Researchers found privilege escalation and code execution vulnerabilities in Kaspersky software

A security issue discovered by security research company SafeBreach in Kaspersky Secure Connection, which itself is bundled into a range of other Kaspersky security products, allowing malicious attackers to obtain privilege escalation and code execution. The security vulnerability numbered CVE-2019-15689 details the vulnerability, which allows a hacker to run an unsigned executable file (DLLs) as a signed version of NT permissions/system startup.

SafeBreak explained that Kaspersky Secure Connection is bundled with Kaspersky Anti-Virus, Kaspersky Internet Security, Kaspersky Total Security, and other software, uses services with system permissions, and the executable file is managed by “AO Kaspersky Lab “signature. If an attacker finds a way to execute code during this process, they can use it as an application whitelist to bypass security products.

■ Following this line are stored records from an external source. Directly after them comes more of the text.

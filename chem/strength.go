package chem

import (
	"fmt"
	"math"
)

// StrengthKind is a way to state how much of a solute is in a solution.
type StrengthKind int

// The ways, with the coherent unit in which a Strength holds each.
const (
	ByMassFraction            StrengthKind = iota // share of one
	ByMassConcentration                           // kg/m³ of solution
	ByMolarity                                    // mol/m³ of solution
	ByMolality                                    // mol/kg of solvent
	ByMoleFraction                                // share of one
	ByVolumeFraction                              // volume of pure solute per volume of solution, share of one
	ByNormality                                   // equivalents in mol/m³ of solution
	ByAvailableChlorine                           // mass of chlorine with the same oxidising power, share of one
	ByAvailableChlorineVolume                     // the same in kg/m³ of solution
	ByPeroxideVolume                              // volume of oxygen, at 0 °C and 1 atm, per volume of solution
)

// A Strength is how much of a solute is in a solution.
type Strength struct {
	Kind  StrengthKind
	Value float64 // in the unit of Kind
}

// PerVolume reports whether the strength counts per volume of solution, so that it
// falls in proportion when the volume grows.
func (s Strength) PerVolume() bool {
	switch s.Kind {
	case ByMassConcentration, ByMolarity, ByVolumeFraction, ByNormality, ByAvailableChlorineVolume, ByPeroxideVolume:
		return true
	}
	return false
}

// chlorineMolarMass is that of Cl2 in kg/mol (abridged atomic weights, IUPAC 2021).
const chlorineMolarMass = 70.90e-3

// normalGasVolume is the volume of one mole of an ideal gas at 0 °C and one
// standard atmosphere in m³, to which the volume strength of peroxide refers
// (common practice).
const normalGasVolume = GasConstant * float64(ZeroCelsius) / float64(Atmosphere)

// A Solute is what the conversion between strengths has to know. Fields that a
// conversion doesn't use may stay zero.
type Solute struct {
	Name      string
	CAS       string
	MolarMass MolarMass
	// Temperature at which volumes are measured.
	Temperature Temperature
	// Density of the solution, where it was measured or no table has it; zero
	// takes it from the tables.
	Density Density
	// PureDensity is that of the pure liquid solute, for volume fractions; zero
	// takes it from the tables.
	PureDensity Density
	// Solvent is the molar mass of the solvent; zero means water.
	Solvent MolarMass
	// Equivalents are the acid protons or electrons that one mole of solute
	// gives in the reaction at hand, for normality.
	Equivalents float64
	// Chlorine is the amount of Cl2 with the oxidising power of one mole of
	// solute: 1 for sodium hypochlorite.
	Chlorine float64
	// Oxygen is the amount of O2 that one mole of solute sets free: 0.5 for
	// hydrogen peroxide.
	Oxygen float64
}

// Strengths is one solution stated in every way that its Solute allows; what it
// doesn't allow is zero.
type Strengths struct {
	MassFraction            Fraction
	MassConcentration       MassConcentration
	Molarity                Concentration
	Molality                Molality // zero for the pure solute, which has no solvent
	MoleFraction            Fraction
	VolumeFraction          Fraction
	Normality               Concentration
	AvailableChlorine       Fraction
	AvailableChlorineVolume MassConcentration
	PeroxideVolume          float64
	Density                 Density // of the solution
}

// MassFraction returns the mass fraction of a solution of this strength. It
// fails with a *DataError where there can be no such solution or the density
// tables don't reach it, and with a *DataError where a property is missing.
func (s Solute) MassFraction(from Strength) (Fraction, error) {
	if !Finite(from.Value) || from.Value < 0 {
		return 0, outOfRange("strength of "+s.Name, "value", from.Value, 0, math.MaxFloat64, "", "give 0 or more")
	}
	w, err := s.massFraction(from)
	if err != nil {
		return 0, err
	}
	if w > 1 {
		return 0, outOfRange("strength of "+s.Name, "mass fraction", w*100, 0, 100, "%", "no solution holds more than itself")
	}
	return Fraction(w), nil
}

// massFraction turns each kind into a mass fraction or a mass concentration.
func (s Solute) massFraction(from Strength) (float64, error) {
	v := from.Value
	if err := s.needs(from.Kind); err != nil {
		return 0, err
	}
	m := float64(s.MolarMass)
	switch from.Kind {
	case ByMassFraction:
		return v, nil
	case ByMoleFraction:
		if v > 1 {
			return 0, outOfRange("strength of "+s.Name, "amount fraction", v*100, 0, 100, "%", "")
		}
		return v * m / (v*m + (1-v)*s.solvent()), nil
	case ByMolality:
		return v * m / (1 + v*m), nil
	case ByAvailableChlorine:
		return v * m / (s.Chlorine * chlorineMolarMass), nil
	case ByMassConcentration:
		return s.fromVolume(v)
	case ByMolarity:
		return s.fromVolume(v * m)
	case ByNormality:
		return s.fromVolume(v / s.Equivalents * m)
	case ByAvailableChlorineVolume:
		return s.fromVolume(v * m / (s.Chlorine * chlorineMolarMass))
	case ByPeroxideVolume:
		return s.fromVolume(v / normalGasVolume / s.Oxygen * m)
	case ByVolumeFraction:
		if v > 1 {
			return 0, outOfRange("strength of "+s.Name, "volume fraction", v*100, 0, 100, "%", "")
		}
		pure, err := s.pureDensity()
		if err != nil {
			return 0, err
		}
		return s.fromVolume(v * float64(pure))
	}
	return 0, fmt.Errorf("strength of %s: kind %d is none", s.Name, from.Kind)
}

// needs refuses a kind of strength whose property is missing.
func (s Solute) needs(kind StrengthKind) error {
	missing := func(what, advice string) error { return noData(what, s.Name, advice) }
	switch kind {
	case ByMolarity, ByMolality, ByMoleFraction, ByNormality, ByAvailableChlorine, ByAvailableChlorineVolume, ByPeroxideVolume:
		if !(s.MolarMass > 0) {
			return missing("molar mass", "give molar_mass=")
		}
	}
	switch {
	case kind == ByNormality && !(s.Equivalents > 0):
		return missing("number of equivalents", "give equivalents= as protons or electrons per formula")
	case (kind == ByAvailableChlorine || kind == ByAvailableChlorineVolume) && !(s.Chlorine > 0):
		return missing("available chlorine", "it belongs to hypochlorites; give % w/w")
	case kind == ByPeroxideVolume && !(s.Oxygen > 0):
		return missing("volume strength", "it belongs to hydrogen peroxide; give % w/w")
	}
	return nil
}

// fromVolume finds the mass fraction whose mass concentration is gamma, in
// kg/m³: by division where the density was given, else by halving w·ρ(w), which
// rises with w for every solution in the tables.
func (s Solute) fromVolume(gamma float64) (float64, error) {
	if s.Density > 0 {
		return gamma / float64(s.Density), nil
	}
	low, high, ok := DensityRange(s.CAS, s.Temperature)
	if !ok {
		_, err := SolutionDensity(s.CAS, 0.1, s.Temperature)
		if err == nil {
			err = noData("density", s.Name, "give density=")
		}
		return 0, err
	}
	at := func(w Fraction) float64 {
		rho, err := SolutionDensity(s.CAS, w, s.Temperature)
		if err != nil {
			return math.NaN()
		}
		return float64(w) * float64(rho)
	}
	if most := at(high); !(gamma <= most*(1+1e-12)) {
		return 0, outOfRange("strength of "+s.Name, "mass concentration", gamma, 0, most, "g/L", fmt.Sprintf("the density table ends at %.4g %% w/w; give density=", high.Percent()))
	}
	for range 60 {
		middle := (low + high) / 2
		if at(middle) < gamma {
			low = middle
		} else {
			high = middle
		}
	}
	return float64(low+high) / 2, nil
}

// At returns every strength of the solution with mass fraction w.
func (s Solute) At(w Fraction) (Strengths, error) {
	if err := checkFraction("strength of "+s.Name, w); err != nil {
		return Strengths{}, err
	}
	all := Strengths{MassFraction: w, Density: s.Density}
	if all.Density == 0 {
		rho, err := SolutionDensity(s.CAS, w, s.Temperature)
		if err != nil {
			return Strengths{}, err
		}
		all.Density = rho
	}
	all.MassConcentration = MassConcentration(float64(w) * float64(all.Density))
	if pure, err := s.pureDensity(); err == nil {
		all.VolumeFraction = Fraction(float64(all.MassConcentration) / float64(pure))
	}
	if !(s.MolarMass > 0) {
		return all, nil
	}
	m, share := float64(s.MolarMass), float64(w)
	all.Molarity = Concentration(float64(all.MassConcentration) / m)
	if share < 1 {
		all.Molality = Molality(share / m / (1 - share))
	}
	all.MoleFraction = Fraction(share / m / (share/m + (1-share)/s.solvent()))
	all.Normality = all.Molarity * Concentration(s.Equivalents)
	perMass := s.Chlorine * chlorineMolarMass / m
	all.AvailableChlorine = w * Fraction(perMass)
	all.AvailableChlorineVolume = all.MassConcentration * MassConcentration(perMass)
	all.PeroxideVolume = float64(all.Molarity) * s.Oxygen * normalGasVolume
	return all, nil
}

// solvent is the molar mass of the solvent in kg/mol.
func (s Solute) solvent() float64 {
	if s.Solvent > 0 {
		return float64(s.Solvent)
	}
	return waterMolarMass
}

// pureDensity is the density of the pure liquid solute.
func (s Solute) pureDensity() (Density, error) {
	if s.PureDensity > 0 {
		return s.PureDensity, nil
	}
	rho, err := SolutionDensity(s.CAS, 1, s.Temperature)
	if err != nil {
		return 0, noData("density of the pure liquid", s.Name, "give pure_density=")
	}
	return rho, nil
}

Because the service runs at boot time, this means that a potential attacker can even get persistence every time the system boots to run a malicious payload. An in-depth analysis found that Kaspersky’s service tried to load a series of DLLs, some of which were missing, and because the security software did not use signature verification, it was easy to disguise unsigned executables as signed executables. In addition, the Kaspersky service does not use secure DLL loading, which means that it only uses the DLL’s file name, not the absolute path. The bug was reported to Kaspersky in July 2019, and SafeBreak issued a CVE-2019-15689 security bulletin on November 21.